_WHAT TO PRODUCE_
Set out exactly every line of the entries below, starting at the line that holds "filename pipeline/forward/model_grid.py" and stopping after the line that holds "plus the lifetimes".

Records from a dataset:
◆ ◆ ◆ ◆
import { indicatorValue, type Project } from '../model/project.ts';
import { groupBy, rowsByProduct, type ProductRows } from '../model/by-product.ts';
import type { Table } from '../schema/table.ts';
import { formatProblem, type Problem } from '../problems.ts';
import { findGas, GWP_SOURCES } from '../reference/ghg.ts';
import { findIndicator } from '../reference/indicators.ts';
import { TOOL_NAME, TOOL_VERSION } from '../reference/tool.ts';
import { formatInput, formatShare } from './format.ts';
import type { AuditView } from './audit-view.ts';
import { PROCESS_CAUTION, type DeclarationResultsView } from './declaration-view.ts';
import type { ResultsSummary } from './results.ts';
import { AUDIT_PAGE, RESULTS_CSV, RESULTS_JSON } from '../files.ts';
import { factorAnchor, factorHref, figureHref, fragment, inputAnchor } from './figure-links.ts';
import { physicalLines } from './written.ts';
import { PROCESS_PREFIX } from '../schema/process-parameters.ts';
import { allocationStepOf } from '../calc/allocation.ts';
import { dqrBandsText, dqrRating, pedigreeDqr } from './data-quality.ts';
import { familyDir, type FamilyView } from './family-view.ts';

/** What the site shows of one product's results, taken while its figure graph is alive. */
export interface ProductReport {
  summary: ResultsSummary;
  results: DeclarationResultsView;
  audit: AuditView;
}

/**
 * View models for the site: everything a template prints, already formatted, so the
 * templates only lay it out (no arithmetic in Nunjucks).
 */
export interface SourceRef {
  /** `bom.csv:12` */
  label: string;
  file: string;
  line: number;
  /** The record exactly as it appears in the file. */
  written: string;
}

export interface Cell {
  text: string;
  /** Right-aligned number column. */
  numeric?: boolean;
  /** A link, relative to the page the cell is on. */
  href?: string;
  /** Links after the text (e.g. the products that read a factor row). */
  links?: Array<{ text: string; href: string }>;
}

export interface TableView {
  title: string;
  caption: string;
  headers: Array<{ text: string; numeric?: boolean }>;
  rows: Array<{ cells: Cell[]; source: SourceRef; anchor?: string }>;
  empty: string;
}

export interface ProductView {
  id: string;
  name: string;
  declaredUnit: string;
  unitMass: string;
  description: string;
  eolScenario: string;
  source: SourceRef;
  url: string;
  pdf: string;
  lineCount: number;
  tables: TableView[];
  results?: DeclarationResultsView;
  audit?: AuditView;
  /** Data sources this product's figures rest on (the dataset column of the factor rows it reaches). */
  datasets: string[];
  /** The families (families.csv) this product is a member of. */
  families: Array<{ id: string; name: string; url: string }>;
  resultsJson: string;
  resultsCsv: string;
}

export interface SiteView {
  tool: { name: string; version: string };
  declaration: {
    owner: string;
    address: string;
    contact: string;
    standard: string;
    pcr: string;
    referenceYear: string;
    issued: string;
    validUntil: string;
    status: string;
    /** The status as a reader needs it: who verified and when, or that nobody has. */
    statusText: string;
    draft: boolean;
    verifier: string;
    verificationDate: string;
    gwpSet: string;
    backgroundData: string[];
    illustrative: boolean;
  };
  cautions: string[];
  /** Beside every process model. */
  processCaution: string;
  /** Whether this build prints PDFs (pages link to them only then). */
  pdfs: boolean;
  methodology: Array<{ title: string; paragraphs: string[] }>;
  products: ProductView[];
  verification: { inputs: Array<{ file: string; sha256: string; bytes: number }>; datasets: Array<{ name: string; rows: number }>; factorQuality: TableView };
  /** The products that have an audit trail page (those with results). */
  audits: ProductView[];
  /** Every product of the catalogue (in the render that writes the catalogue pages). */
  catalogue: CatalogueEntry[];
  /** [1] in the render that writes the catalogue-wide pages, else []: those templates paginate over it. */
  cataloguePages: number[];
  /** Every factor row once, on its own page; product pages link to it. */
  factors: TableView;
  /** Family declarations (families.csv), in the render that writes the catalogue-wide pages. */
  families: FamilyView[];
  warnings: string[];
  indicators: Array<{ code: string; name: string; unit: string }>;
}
◆ ◆ ◆ ◆
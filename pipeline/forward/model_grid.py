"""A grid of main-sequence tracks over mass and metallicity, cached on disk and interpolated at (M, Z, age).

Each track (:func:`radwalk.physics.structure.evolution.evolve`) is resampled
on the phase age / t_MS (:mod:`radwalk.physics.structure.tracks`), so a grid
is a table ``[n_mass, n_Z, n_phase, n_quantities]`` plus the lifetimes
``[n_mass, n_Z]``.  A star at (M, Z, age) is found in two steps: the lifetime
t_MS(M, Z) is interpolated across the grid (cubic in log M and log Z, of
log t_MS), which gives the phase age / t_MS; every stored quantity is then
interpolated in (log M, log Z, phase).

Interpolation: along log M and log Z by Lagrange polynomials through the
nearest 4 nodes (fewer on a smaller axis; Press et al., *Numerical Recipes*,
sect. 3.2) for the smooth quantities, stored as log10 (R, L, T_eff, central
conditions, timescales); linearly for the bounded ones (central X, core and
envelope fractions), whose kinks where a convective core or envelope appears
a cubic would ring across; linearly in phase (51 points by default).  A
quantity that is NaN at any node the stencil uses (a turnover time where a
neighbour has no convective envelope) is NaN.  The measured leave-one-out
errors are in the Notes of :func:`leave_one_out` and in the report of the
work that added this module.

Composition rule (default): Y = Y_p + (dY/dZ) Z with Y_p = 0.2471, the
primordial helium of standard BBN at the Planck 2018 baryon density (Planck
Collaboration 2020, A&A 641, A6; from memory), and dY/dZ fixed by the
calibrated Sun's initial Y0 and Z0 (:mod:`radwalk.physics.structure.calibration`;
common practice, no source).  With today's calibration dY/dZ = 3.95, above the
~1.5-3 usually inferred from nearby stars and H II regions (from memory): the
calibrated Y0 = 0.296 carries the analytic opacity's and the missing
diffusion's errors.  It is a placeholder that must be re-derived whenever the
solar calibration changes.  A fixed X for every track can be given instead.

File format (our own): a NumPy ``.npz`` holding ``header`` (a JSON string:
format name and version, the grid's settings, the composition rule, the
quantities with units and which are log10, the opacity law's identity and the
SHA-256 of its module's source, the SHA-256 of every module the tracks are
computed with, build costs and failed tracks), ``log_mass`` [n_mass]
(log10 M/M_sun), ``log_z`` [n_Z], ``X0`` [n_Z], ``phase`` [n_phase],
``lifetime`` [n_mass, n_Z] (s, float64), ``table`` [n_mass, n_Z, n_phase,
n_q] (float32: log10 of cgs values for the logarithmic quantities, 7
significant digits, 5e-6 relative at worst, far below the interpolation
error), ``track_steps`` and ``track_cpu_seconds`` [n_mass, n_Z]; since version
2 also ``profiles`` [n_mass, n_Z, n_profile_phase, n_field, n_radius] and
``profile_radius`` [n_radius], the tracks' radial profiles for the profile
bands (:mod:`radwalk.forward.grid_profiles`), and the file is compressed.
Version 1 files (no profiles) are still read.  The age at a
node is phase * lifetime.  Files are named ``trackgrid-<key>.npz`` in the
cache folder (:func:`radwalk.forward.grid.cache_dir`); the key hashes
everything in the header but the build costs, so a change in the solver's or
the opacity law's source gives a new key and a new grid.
◆ ◆ ◆ ◆
_TASK OUTPUT_
filename pipeline/forward/model_grid.py
"""A grid of main-sequence tracks over mass and metallicity, cached on disk and interpolated at (M, Z, age).

Each track (:func:`radwalk.physics.structure.evolution.evolve`) is resampled
on the phase age / t_MS (:mod:`radwalk.physics.structure.tracks`), so a grid
is a table ``[n_mass, n_Z, n_phase, n_quantities]`` plus the lifetimes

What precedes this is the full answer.